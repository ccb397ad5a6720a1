"""Choosing the coarse lattice and the smoother of the two-level preconditioner, with the reason.

The coarse lattice must carry the state's active modes, and everything beyond it must be ruled by the
constant-coefficient part of the tangent, which is all the spectral smoother inverts. Where no lattice
coarser than the fine one achieves the second (advection outweighs dissipation on the fine scales), the
smoother is slabs.
"""

from __future__ import annotations

from dataclasses import dataclass, replace
from typing import TYPE_CHECKING, Any

import numpy as np
from numpy.typing import NDArray

from lattice.errors import InputError
from lattice.geometry.lattice import Lattice
from lattice.kernels.scheme import widest
from lattice.spectral.transform import Transform
from lattice.system.constant_part import ConstantPart

if TYPE_CHECKING:
    from lattice.system.system import System

TAIL = 1e-6
"""Largest share of the state's energy beyond the coarse lattice. On turbulent fields of the film law it
gives a spacing of 1.0 in x, on which prototypes of the scheme needed the fewest iterations."""
RULED = 0.35
"""Largest ratio of fluctuating coefficients to the constant part beyond the coarse lattice; gives 0.7 in
t on the same fields."""
FEWEST_LEVELS = 8
"""Fewest levels that slabs of time levels can share."""
LEAST_GAIN = 1.5
"""Fewest fine unknowns per coarse one for which two levels are worth their set-up."""


@dataclass(frozen=True)
class Choice:
    """A coarse lattice, a smoother ("spectral" or "slabs"), and the reason in words."""

    lattice: Lattice
    smoother: str
    reason: str


def choose(system: System, transform: Transform, constant: ConstantPart, options: Any) -> Choice:
    """Return the coarse lattice and smoother for a system about its point of linearisation.

    Collective.

    Parameters
    ----------
    system : System
    transform : Transform
        Of the system's blocks.
    constant : ConstantPart
        Up to date.
    options : object
        The job's coarse section: nt, ny, nx (None: chosen here), order, smoother.

    Raises
    ------
    InputError
        If the fine lattice is itself too coarse for two levels.
    """
    fine = system.lattice
    ratio_x, ruled = _ruling_wavenumber(system, constant)
    smoother = options.smoother if options.smoother != "auto" else ("spectral" if ruled else "slabs")
    if smoother == "slabs" and fine.nt < FEWEST_LEVELS:
        if options.smoother == "slabs":
            raise InputError(
                f"must be 'auto' or 'spectral' below {FEWEST_LEVELS} levels, which slabs cannot share,"
                f" got 'slabs' and lattice.nt = {fine.nt}; raise lattice.nt or change it",
                key="solve.coarse.smoother",
            )
        smoother = "spectral"
    order = options.order or (8 if system.law.dimensions == 1 or smoother == "slabs" else 6)
    tails = _axis_tails(system, transform)
    counts = {}
    for name, nodes in (("nt", fine.nt), ("ny", fine.ny), ("nx", fine.nx)):
        asked = getattr(options, name)
        if nodes == 1:
            counts[name] = 1
        elif asked is not None:
            counts[name] = min(asked, nodes)
        else:
            counts[name] = _axis_count(name, nodes, tails[name], smoother, system, constant, ratio_x)
    order_t = min(6, max(fine.order_t, 4))
    least = _least_nodes(system, order)
    for name, needed in (("nt", max(least[0], order_t)), ("nx", least[1]), ("ny", least[1])):
        if counts[name] > 1:
            counts[name] = min(getattr(fine, name), max(counts[name], needed))
    coarse = replace(
        fine, nt=counts["nt"], ny=counts["ny"], nx=counts["nx"], order_t=order_t, order_x=order, order_y=order
    )
    gain = fine.nodes / coarse.nodes
    if gain < LEAST_GAIN:
        raise InputError(
            f"must be 'direct' here: the coarse lattice that carries this state's modes, {_text(coarse)}, is"
            f" hardly coarser than the lattice itself, {_text(fine)}; refine the lattice, give"
            " solve.coarse.nt and nx, or use 'direct'",
            key="solve.preconditioner",
        )
    beyond = max(_beyond(tails[name], n) for name, n in counts.items() if name in tails)
    why = (
        "beyond it the constant-coefficient part rules"
        if ruled
        else "at the lattice's largest wavenumber fluctuating coefficients are still"
        f" {ratio_x:.2g} of the constant part"
    )
    return Choice(
        coarse,
        smoother,
        f"coarse lattice {_text(coarse)} of order {order} for {_text(fine)}: {beyond:.1g} of the energy lies"
        f" beyond its waves; smoother {smoother}: {why}",
    )


def _beyond(tail: NDArray[np.float64], nodes: int) -> float:
    """Return the share of energy beyond what a number of nodes carries."""
    return float(tail[min((nodes - 1) // 2 + 1, tail.size - 1)])


def _text(lattice: Lattice) -> str:
    return " x ".join(str(n) for n in lattice.shape if n > 1)


def _least_nodes(system: System, order: int) -> tuple[int, int]:
    """Return the fewest levels, and nodes in space, with which an order's halo fits and it can be assembled.

    The halo is as wide in time as in space.
    """
    forms = system.operator.forms
    halo = max(widest([forms[name] for name in ("residual", "tangent", "adjoint")], order, order))
    return halo, max(halo, 2 * max(widest([forms["tangent"]], order, order)) + 1)


def _axis_tails(system: System, transform: Transform) -> dict[str, NDArray[np.float64]]:
    """Return for every axis the share of energy in modes of a number or higher. Collective."""
    field = system.blocks.vector()
    system.operator.copy_point(field)
    spectrum = np.abs(transform.forward(field)) ** 2
    field.destroy()
    modes = transform.modes()
    twice = np.where(modes[-1] > 0, 2.0, 1.0)[..., None]
    names = [("nt", "ny", "nx")[axis] for axis in system.blocks.axes]
    tails = {}
    for axis, (name, nodes) in enumerate(zip(names, transform.shape, strict=True)):
        number = np.broadcast_to(np.abs(modes[axis]), spectrum.shape[:-1]).reshape(-1)
        energy = (spectrum * twice).reshape(number.size, -1)
        sums = np.array([np.bincount(number, e, nodes // 2 + 2) for e in energy.T])
        total = system.comm.allreduce(sums)
        share = total / np.maximum(total.sum(axis=1, keepdims=True), 1e-300)
        tails[name] = np.cumsum(share[:, ::-1], axis=1)[:, ::-1].max(axis=0)
    return tails


def _axis_count(
    name: str,
    nodes: int,
    tail: NDArray[np.float64],
    smoother: str,
    system: System,
    constant: ConstantPart,
    ratio_x: float,
) -> int:
    """Return the coarse nodes of one axis: even, at most the fine ones."""
    active = int(np.argmax(tail < TAIL)) if (tail < TAIL).any() else nodes // 2
    if smoother == "slabs":
        return max(4, 2 * -(-nodes // 4))
    if name == "nt":
        frequency = _ruling_frequency(system, constant)
        needed = int(np.ceil(frequency * system.operator.values["period"] / (2.0 * np.pi)))
    else:
        length = system.operator.values[f"length_{name[1]}"]
        needed = int(np.ceil(_wave_where_ruled(system, constant) * length / (2.0 * np.pi)))
    return min(nodes, 2 * max(active, needed, 2))


def _ratios(
    system: System, constant: ConstantPart
) -> tuple[NDArray[np.float64], NDArray[np.float64], NDArray[np.float64]]:
    """Return wavenumbers up to the lattice's largest, the fluctuating part and the constant part there."""
    spacing = system.operator.geometry(system.operator.values).dx
    waves = np.linspace(0.0, np.pi / spacing, 400)[1:]
    fluctuating = np.array([constant.fluctuating_size(k) for k in waves])
    steady = np.array([constant.constant_size(k) for k in waves])
    return waves, fluctuating, steady


def _ruling_wavenumber(system: System, constant: ConstantPart) -> tuple[float, bool]:
    """Return the ratio of fluctuating to constant part at the largest wavenumber, and whether it is small."""
    _, fluctuating, steady = _ratios(system, constant)
    ratio = float(fluctuating[-1] / max(steady[-1], 1e-300))
    return ratio, ratio <= RULED


def _wave_where_ruled(system: System, constant: ConstantPart) -> float:
    """Return the wavenumber beyond which the constant part rules."""
    waves, fluctuating, steady = _ratios(system, constant)
    above = np.nonzero(fluctuating > RULED * np.maximum(steady, 1e-300))[0]
    return float(waves[above[-1]]) if above.size else 0.0


def _ruling_frequency(system: System, constant: ConstantPart) -> float:
    """Return the frequency beyond which time differences and the constant part rule at every wavenumber."""
    _, fluctuating, steady = _ratios(system, constant)
    needed = (fluctuating / RULED) ** 2 - steady**2
    return float(np.sqrt(max(0.0, needed.max())))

WORK ITEM
From the entries above, return exactly the line containing "for name, needed", the line containing "return float(tail[min((nodes - 1)", and all lines between, and nothing else.

ANSWER TO THIS PROBLEM
    for name, needed in (("nt", max(least[0], order_t)), ("nx", least[1]), ("ny", least[1])):
        if counts[name] > 1:
            counts[name] = min(getattr(fine, name), max(counts[name], needed))
    coarse = replace(
        fine, nt=counts["nt"], ny=counts["ny"], nx=counts["nx"], order_t=order_t, order_x=order, order_y=order
    )
    gain = fine.nodes / coarse.nodes
    if gain < LEAST_GAIN:
        raise InputError(
            f"must be 'direct' here: the coarse lattice that carries this state's modes, {_text(coarse)}, is"
            f" hardly coarser than the lattice itself, {_text(fine)}; refine the lattice, give"
            " solve.coarse.nt and nx, or use 'direct'",
            key="solve.preconditioner",
        )
    beyond = max(_beyond(tails[name], n) for name, n in counts.items() if name in tails)
    why = (
        "beyond it the constant-coefficient part rules"
        if ruled
        else "at the lattice's largest wavenumber fluctuating coefficients are still"
        f" {ratio_x:.2g} of the constant part"
    )
    return Choice(
        coarse,
        smoother,
        f"coarse lattice {_text(coarse)} of order {order} for {_text(fine)}: {beyond:.1g} of the energy lies"
        f" beyond its waves; smoother {smoother}: {why}",
    )


def _beyond(tail: NDArray[np.float64], nodes: int) -> float:
    """Return the share of energy beyond what a number of nodes carries."""
    return float(tail[min((nodes - 1) // 2 + 1, tail.size - 1)])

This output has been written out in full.